Geometrically Nonlinear Analysis of Laminated Composite Plates

Abstract

Abstract. The low mass density and the high tensile strength, usually expressed through the specific modulus of elasticity and the specific strength, have made composite materials lighter and stronger compared with most traditional materials (such as steel, concrete, wood, etc.) and have increased their application not only for secondary, but during the last two decades also for primarily structural members in aerospace and automotive industry, ship building industry and bridge design. Although weight saving has eliminated constrain of slenderness and thickness and has made possible use of very thin plate elements, they have become susceptible to large deflections.
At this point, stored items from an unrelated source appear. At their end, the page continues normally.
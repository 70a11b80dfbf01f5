package correlations

import (
	"math"
	"testing"
)

// The With forms at the published coefficients are the published correlations, and with
// changed coefficients the solution-gas pair stays an exact inverse (the refit depth relies
// on both). Identity checks, no outside values.
func TestCoefficientForms(t *testing.T) {
	oils := []Oil{
		{API: 24, GasGravity: 0.8, Temperature: 180, SepPressure: 114.7, SepTemperature: 60},
		{API: 40.7, GasGravity: 0.855, Temperature: 220, SepPressure: 114.7, SepTemperature: 75},
	}
	for _, f := range SolutionGasFamilies() {
		if f.Coefficients == nil {
			continue
		}
		pub := Published(f.Coefficients)
		for _, o := range oils {
			for _, rs := range []float64{50, 300, 768, 1400} {
				a, err1 := f.BubblePoint(rs, o)
				b, err2 := f.BubblePointWith(rs, o, pub)
				if err1 != nil || err2 != nil || a != b {
					t.Errorf("%s: Pb(%g) = %g (%v), With %g (%v)", f.ID, rs, a, err1, b, err2)
				}
			}
			for j := range pub {
				c := append([]float64(nil), pub...)
				c[j] *= 1.05
				for _, rs := range []float64{60, 400, 900} {
					pb, err := f.BubblePointWith(rs, o, c)
					if err != nil {
						t.Errorf("%s coefficient %s ×1.05: Pb(%g): %v", f.ID, f.Coefficients[j].ID, rs, err)
						continue
					}
					back, err := f.SolutionGORWith(pb, o, c)
					if err != nil || math.Abs(back/rs-1) > 1e-9 {
						t.Errorf("%s coefficient %s ×1.05: Rs(Pb(%g)) = %g (%v)", f.ID, f.Coefficients[j].ID, rs, back, err)
					}
				}
			}
		}
	}
	for _, f := range OilFVFFamilies() {
		if f.Coefficients == nil {
			continue
		}
		pub := Published(f.Coefficients)
		for _, o := range oils {
			for _, rs := range []float64{50, 300, 768} {
				a, err1 := f.FVF(2000, rs, o)
				b, err2 := f.FVFWith(2000, rs, o, pub)
				if err1 != nil || err2 != nil || math.Abs(a/b-1) > 1e-14 {
					t.Errorf("%s: Bo(%g) = %g (%v), With %g (%v)", f.ID, rs, a, err1, b, err2)
				}
			}
		}
	}
}

// A wrong number of coefficients is an input error, not a panic.
func TestCoefficientCount(t *testing.T) {
	o := Oil{API: 35, GasGravity: 0.8, Temperature: 200}
	if _, err := StandingBubblePointWith(500, o, []float64{18.2}); err == nil {
		t.Error("one coefficient for Standing: want an error")
	}
	if _, err := GlasoOilFVFWith(0, 500, o, nil); err == nil {
		t.Error("no coefficients for Glasø Bo: want an error")
	}
}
In such cases, the geometry of structures is continually changing during the deformation and geometrically nonlinear analysis should be adopted. In this paper the geometrically nonlinear laminated plate finite element model is obtained using the principle of virtual displacement. With the layerwise displacement field of Reddy [1], nonlinear Green-Lagrange small strain large displacements relations (in the von Karman sense) and linear elastic orthotropic material properties for each lamina, the 3D elasticity equations are reduced to 2D problem and the nonlinear equilibrium integral form is obtained. The obtained displacement dependent secant stiffness matrix is utilized in Direct interation procedure for the numerical solution of nonlinear finite element equilibrium equations. The originally coded MATLAB computer program for the finite element solution is used to verify the accuracy of the numerical model, by calculating nonlinear response of plates with different mechanical properties, which are isotropic, orthotropic and anisotropic (cross ply and angle ply), different plate thickness, different boundary conditions and different load direction (unloading/loading). The obtained results are compared with available results from the literature and the linear solutions from the previous paper [2].